Built using DSE 5.0.3
This tutorial is intended to show how to index geospatial shapes such as Polygons and MultiPolygons in Datastax Enterprise Search and subsequently query them. I am using data about States in the United States because it is a smaller data set which will make it easier to understand the effects of the geospatial predicates described below.
At a high level, the geospatial data is stored in Cassandra as text in [WKT (Well Known Text)] (https://en.wikipedia.org/wiki/Well-known_text) format. We configure the Search Schema to set the field to be of solr.SpatialRecursivePrefixTreeFieldType type which supports Polygons and MultiPolygons. It supports other types as well, but in the provided example data, most states are describable as Polygons, and others such as Hawaii, Alaska, need a MultiPolygon to describe their geometric shape.
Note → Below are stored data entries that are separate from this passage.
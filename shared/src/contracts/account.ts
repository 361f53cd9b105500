import { z } from 'zod';
import { roles } from '../policy/policy.ts';
import type { Contract } from './contract.ts';
import { contract } from './contract.ts';
import { endpoints } from './endpoints.ts';
import {
  curvePoint,
  extreme,
  heightM,
  instant,
  nothing,
  tideSource,
  uuid,
  waterAxis,
} from './wire.ts';

/** Who is signed in, and what every page needs to know. */
export const seeAccount = contract({
  ...endpoints.seeAccount,
  summary: 'Who is signed in, and the group',
  params: nothing,
  query: nothing,
  body: nothing,
  reply: z.strictObject({
    group: z.strictObject({ name: z.string(), zone: z.string() }),
    now: instant.describe("The server's clock"),
    person: z
      .strictObject({ id: uuid, name: z.string(), roles: z.array(z.enum(roles)) })
      .nullable(),
    homeShoreToday: z
      .strictObject({
        shoreName: z.string(),
        zone: z.string(),
        lowWater: extreme.nullable().describe('The low water of today nearest to noon'),
        axis: waterAxis,
        curve: z.array(curvePoint),
      })
      .nullable(),
  }),
});

/** Ends the sign-in here; the browser then goes to `goTo` to end it at the provider too. */
export const signOut = contract({
  ...endpoints.signOut,
  summary: 'Sign out here and at the provider',
  params: nothing,
  query: nothing,
  body: nothing,
  reply: z.strictObject({ goTo: z.string() }),
});

/** What anybody may see before signing in: the group, its shores, the next open session. */
export const seeFrontDoor = contract({
  ...endpoints.seeFrontDoor,
  summary: 'The group, its shores and the next open session',
  params: nothing,
  query: nothing,
  body: nothing,
  reply: z.strictObject({
    group: z.strictObject({ name: z.string(), zone: z.string() }),
    shoreNames: z.array(z.string()),
    nextSession: z
      .strictObject({
        shoreName: z.string(),
        zone: z.string(),
        state: z.enum(['on', 'stood-down']),
        partyMeetsAt: instant,
        startsAt: instant,
        lowWaterAt: instant,
        lowWaterHeightM: heightM,
        offTheShoreBy: instant,
        axis: waterAxis,
        curve: z.array(curvePoint),
      })
      .nullable(),
    fortnight: z
      .strictObject({
        zone: z.string(),
        axis: waterAxis,
        source: tideSource,
        curve: z.array(curvePoint).describe('The home shore from local midnight, 14 days'),
        sessions: z.array(
          z.strictObject({ startsAt: instant, lowWaterAt: instant, offTheShoreBy: instant }),
        ),
        springs: z.array(z.strictObject({ at: instant, rangeM: z.number() })),
        neaps: z.array(z.strictObject({ at: instant, rangeM: z.number() })),
      })
      .nullable(),
  }),
});

/** Sends the browser to the group's sign-in page. */
export const beginSignIn = {
  method: 'get',
  path: '/auth/sign-in',
  summary: "Go to the group's sign-in page",
  answer: 'redirect',
  params: nothing,
  query: z.object({
    returnTo: z
      .string()
      .regex(/^\/(?![/\\])/)
      .catch('/')
      .describe('The page of this site to come back to; anything else counts as the first page'),
  }),
  body: nothing,
  reply: nothing,
} as const satisfies Contract;

/** Where the group's sign-in page sends the browser back to. */
export const finishSignIn = {
  method: 'get',
  path: '/auth/callback',
  summary: "Come back from the group's sign-in page",
  answer: 'redirect',
  params: nothing,
  query: z.object({}),
  body: nothing,
  reply: nothing,
} as const satisfies Contract;

/** Why somebody who signed in at the provider is not let in. */
export const signInRefusals = [
  'not-invited',
  'email-not-verified',
  'paused',
  'other-identity',
  'failed',
] as const;
export type SignInRefusal = (typeof signInRefusals)[number];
By the end of this, I will be demonstrating how to do a Polygonal Search using the following geospatial predicates:
-
Intersects
- If the search geometry overlaps any part of the indexed/document geometry it is considered a match
-
IsWithin
- If the search geometry completely encapsulates the indexed/document geometry it is considered a match
-
IsDisjointTo
- Opposite of Intersects
JTS Topology Suite enables the indexing and search of non point based shapes. You need to download the jts library and save it in the solr lib directory. The default Solr library path depends on the type of installation.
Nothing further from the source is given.